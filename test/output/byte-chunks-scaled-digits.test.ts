/**
 * ByteChunks.fixed and .rounded write a value below 2^31 in its scaled
 * integer form (digits with the point inserted, `pointed`) instead of through its integer part and
 * fraction apart. The text must be the previous form's, byte for byte: compared with the verbatim
 * copy in test/helpers/reference-byte-chunks.ts (and with toFixed / JSON.stringify) on edge values
 * around the int32 limit, ties, −0, and seeded random values of the track's kinds.
 */
import { describe, expect, test } from 'vitest';
import fc from 'fast-check';
import { ByteChunks } from '../../src/output/byte-chunks.js';
import { RefByteChunks } from '../helpers/reference-byte-chunks.js';

/** Both writers, written cell by cell (a line each) and compared line by line at the end. */
class Pair {
  private a = new ByteChunks();
  private r = new RefByteChunks();
  private ta: Buffer[] = [];
  private tr: Buffer[] = [];
  private labels: string[] = [];
  cell(label: string, write: (b: ByteChunks | RefByteChunks) => void): void {
    write(this.a);
    write(this.r);
    this.a.byte(10);
    this.r.byte(10);
    this.labels.push(label);
    if (this.a.full) this.ta.push(this.a.take());
    if (this.r.full) this.tr.push(this.r.take());
  }
  /** The first cell that differs, or null. */
  firstDifference(): string | null {
    const la = Buffer.concat([...this.ta, this.a.take()]).toString('utf8').split('\n');
    const lr = Buffer.concat([...this.tr, this.r.take()]).toString('utf8').split('\n');
    if (la.length !== lr.length) return `line counts ${la.length} and ${lr.length}`;
    for (let i = 0; i < la.length; i++) if (la[i] !== lr[i]) return `${this.labels[i]}: ${la[i]} against ${lr[i]}`;
    return null;
  }
}

const LIMIT = 0x7fffffff;
// scaled values at and around the int32 limit for every decimal count, and small ones
function edges(d: number): number[] {
  const f = 10 ** d;
  const out = [0, -0, 1 / f, -1 / f, 0.5 / f, 9 / f, 10 / f, 99 / f, 100 / f, 0.1, 1, 9.999, 10, 99.5, -99.5, 1234.5678];
  for (const n of [LIMIT - 1, LIMIT, LIMIT + 1, LIMIT + 2, 2 ** 31, 1e9, 1e9 - 1, 999999999, 1e10 - 1, 1e10])
    for (const dv of [-0.6, -0.5, -0.4, 0, 0.4, 0.5, 0.6]) {
      out.push((n + dv) / f, -(n + dv) / f);
    }
  return out;
}

describe('fixed and rounded below 2^31 = the reference form', () => {
  test.each([0, 1, 2, 3, 6, 7, 9, 12, 15])('edge values, %i decimals', (d) => {
    const p = new Pair();
    for (const v of edges(d)) {
      p.cell(`fixed(${v}, ${d})`, (b) => b.fixed(v, d));
      p.cell(`rounded(${v}, ${d})`, (b) => b.rounded(v, d));
      const c = new ByteChunks(64);
      c.fixed(v, d);
      expect(c.take().toString('utf8'), `toFixed ${v}`).toBe(v.toFixed(d));
    }
    expect(p.firstDifference()).toBe(null);
  });
  test('track-like values (seeded): lat/lon at 9 and 7 decimals, metres at 3, degrees at 1', () => {
    const p = new Pair();
    fc.assert(
      fc.property(
        fc.double({ noNaN: true, noDefaultInfinity: true, min: -180, max: 180 }),
        fc.double({ noNaN: true, noDefaultInfinity: true, min: -3e6, max: 3e6 }),
        fc.integer({ min: -2_200_000_000, max: 2_200_000_000 }),
        (deg, m, k) => {
          const cells: Array<[number, number]> = [[deg, 9], [deg, 7], [m, 3], [m / 1000, 3], [m, 1], [k / 1000, 3], [k / 1000 + 0.0005, 3], [k / 1e7, 7], [k / 10, 1]];
          for (const [v, d] of cells) {
            p.cell(`fixed(${v}, ${d})`, (b) => b.fixed(v, d));
            p.cell(`rounded(${v}, ${d})`, (b) => b.rounded(v, d));
          }
        },
      ),
      { seed: 10_001, numRuns: 20000 },
    );
    expect(p.firstDifference()).toBe(null);
  });
  test('random doubles at every decimal count (seeded)', () => {
    const p = new Pair();
    fc.assert(
      fc.property(fc.double({ noNaN: true, noDefaultInfinity: true, min: -1e7, max: 1e7 }), fc.integer({ min: 0, max: 15 }), (v, d) => {
        p.cell(`fixed(${v}, ${d})`, (b) => b.fixed(v, d));
        p.cell(`rounded(${v}, ${d})`, (b) => b.rounded(v, d));
      }),
      { seed: 10_002, numRuns: 20000 },
    );
    expect(p.firstDifference()).toBe(null);
  });
  test('one writer, many cells across chunk boundaries', () => {
    const a = new ByteChunks(256);
    const r = new RefByteChunks(256);
    let x = 12345;
    const ta: Buffer[] = [];
    const tr: Buffer[] = [];
    for (let i = 0; i < 20000; i++) {
      // a seeded linear congruential sequence (Numerical Recipes' constants)
      x = (Math.imul(x, 1664525) + 1013904223) >>> 0;
      const v = (x / 2 ** 32 - 0.5) * 10 ** (x % 8);
      for (const w of [a, r]) {
        w.fixed(v, 3);
        w.byte(44);
        w.rounded(v, 7);
        w.byte(10);
      }
      if (a.full) ta.push(a.take());
      if (r.full) tr.push(r.take());
    }
    ta.push(a.take());
    tr.push(r.take());
    expect(Buffer.concat(ta).equals(Buffer.concat(tr))).toBe(true);
  });
});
· · · · ·
Action item ▸ Transcribe the listing. Every line must match exactly.

Answer section ▸
filename test/output/byte-chunks-scaled-digits.test.ts
/**
 * ByteChunks.fixed and .rounded write a value below 2^31 in its scaled
 * integer form (digits with the point inserted, `pointed`) instead of through its integer part and
 * fraction apart. The text must be the previous form's, byte for byte: compared with the verbatim
 * copy in test/helpers/reference-byte-chunks.ts (and with toFixed / JSON.stringify) on edge values
 * around the int32 limit, ties, −0, and seeded random values of the track's kinds.
 */
import { describe, expect, test } from 'vitest';
import fc from 'fast-check';
import { ByteChunks } from '../../src/output/byte-chunks.js';
import { RefByteChunks } from '../helpers/reference-byte-chunks.js';

/** Both writers, written cell by cell (a line each) and compared line by line at the end. */
class Pair {
  private a = new ByteChunks();
  private r = new RefByteChunks();
  private ta: Buffer[] = [];
  private tr: Buffer[] = [];
  private labels: string[] = [];
  cell(label: string, write: (b: ByteChunks | RefByteChunks) => void): void {
    write(this.a);
    write(this.r);
    this.a.byte(10);
    this.r.byte(10);
    this.labels.push(label);
    if (this.a.full) this.ta.push(this.a.take());
    if (this.r.full) this.tr.push(this.r.take());
  }
  /** The first cell that differs, or null. */
  firstDifference(): string | null {
    const la = Buffer.concat([...this.ta, this.a.take()]).toString('utf8').split('\n');
    const lr = Buffer.concat([...this.tr, this.r.take()]).toString('utf8').split('\n');
    if (la.length !== lr.length) return `line counts ${la.length} and ${lr.length}`;
    for (let i = 0; i < la.length; i++) if (la[i] !== lr[i]) return `${this.labels[i]}: ${la[i]} against ${lr[i]}`;
    return null;
  }
}

const LIMIT = 0x7fffffff;
// scaled values at and around the int32 limit for every decimal count, and small ones
function edges(d: number): number[] {
  const f = 10 ** d;
  const out = [0, -0, 1 / f, -1 / f, 0.5 / f, 9 / f, 10 / f, 99 / f, 100 / f, 0.1, 1, 9.999, 10, 99.5, -99.5, 1234.5678];
  for (const n of [LIMIT - 1, LIMIT, LIMIT + 1, LIMIT + 2, 2 ** 31, 1e9, 1e9 - 1, 999999999, 1e10 - 1, 1e10])
    for (const dv of [-0.6, -0.5, -0.4, 0, 0.4, 0.5, 0.6]) {
      out.push((n + dv) / f, -(n + dv) / f);
    }
  return out;
}

describe('fixed and rounded below 2^31 = the reference form', () => {
  test.each([0, 1, 2, 3, 6, 7, 9, 12, 15])('edge values, %i decimals', (d) => {
    const p = new Pair();
    for (const v of edges(d)) {
      p.cell(`fixed(${v}, ${d})`, (b) => b.fixed(v, d));
      p.cell(`rounded(${v}, ${d})`, (b) => b.rounded(v, d));
      const c = new ByteChunks(64);
      c.fixed(v, d);
      expect(c.take().toString('utf8'), `toFixed ${v}`).toBe(v.toFixed(d));
    }
    expect(p.firstDifference()).toBe(null);
  });
  test('track-like values (seeded): lat/lon at 9 and 7 decimals, metres at 3, degrees at 1', () => {
    const p = new Pair();
    fc.assert(
      fc.property(
        fc.double({ noNaN: true, noDefaultInfinity: true, min: -180, max: 180 }),
        fc.double({ noNaN: true, noDefaultInfinity: true, min: -3e6, max: 3e6 }),
        fc.integer({ min: -2_200_000_000, max: 2_200_000_000 }),
        (deg, m, k) => {
          const cells: Array<[number, number]> = [[deg, 9], [deg, 7], [m, 3], [m / 1000, 3], [m, 1], [k / 1000, 3], [k / 1000 + 0.0005, 3], [k / 1e7, 7], [k / 10, 1]];
          for (const [v, d] of cells) {
            p.cell(`fixed(${v}, ${d})`, (b) => b.fixed(v, d));
            p.cell(`rounded(${v}, ${d})`, (b) => b.rounded(v, d));
          }
        },
      ),
      { seed: 10_001, numRuns: 20000 },
    );
    expect(p.firstDifference()).toBe(null);
  });
  test('random doubles at every decimal count (seeded)', () => {
    const p = new Pair();
    fc.assert(
      fc.property(fc.double({ noNaN: true, noDefaultInfinity: true, min: -1e7, max: 1e7 }), fc.integer({ min: 0, max: 15 }), (v, d) => {
        p.cell(`fixed(${v}, ${d})`, (b) => b.fixed(v, d));
        p.cell(`rounded(${v}, ${d})`, (b) => b.rounded(v, d));
      }),
      { seed: 10_002, numRuns: 20000 },
    );
    expect(p.firstDifference()).toBe(null);
  });
  test('one writer, many cells across chunk boundaries', () => {
    const a = new ByteChunks(256);
    const r = new RefByteChunks(256);
    let x = 12345;
    const ta: Buffer[] = [];
    const tr: Buffer[] = [];
    for (let i = 0; i < 20000; i++) {
      // a seeded linear congruential sequence (Numerical Recipes' constants)
      x = (Math.imul(x, 1664525) + 1013904223) >>> 0;
      const v = (x / 2 ** 32 - 0.5) * 10 ** (x % 8);
      for (const w of [a, r]) {
        w.fixed(v, 3);
        w.byte(44);
        w.rounded(v, 7);
        w.byte(10);
      }
      if (a.full) ta.push(a.take());
      if (r.full) tr.push(r.take());
    }
    ta.push(a.take());
    tr.push(r.take());
    expect(Buffer.concat(ta).equals(Buffer.concat(tr))).toBe(true);
  });
});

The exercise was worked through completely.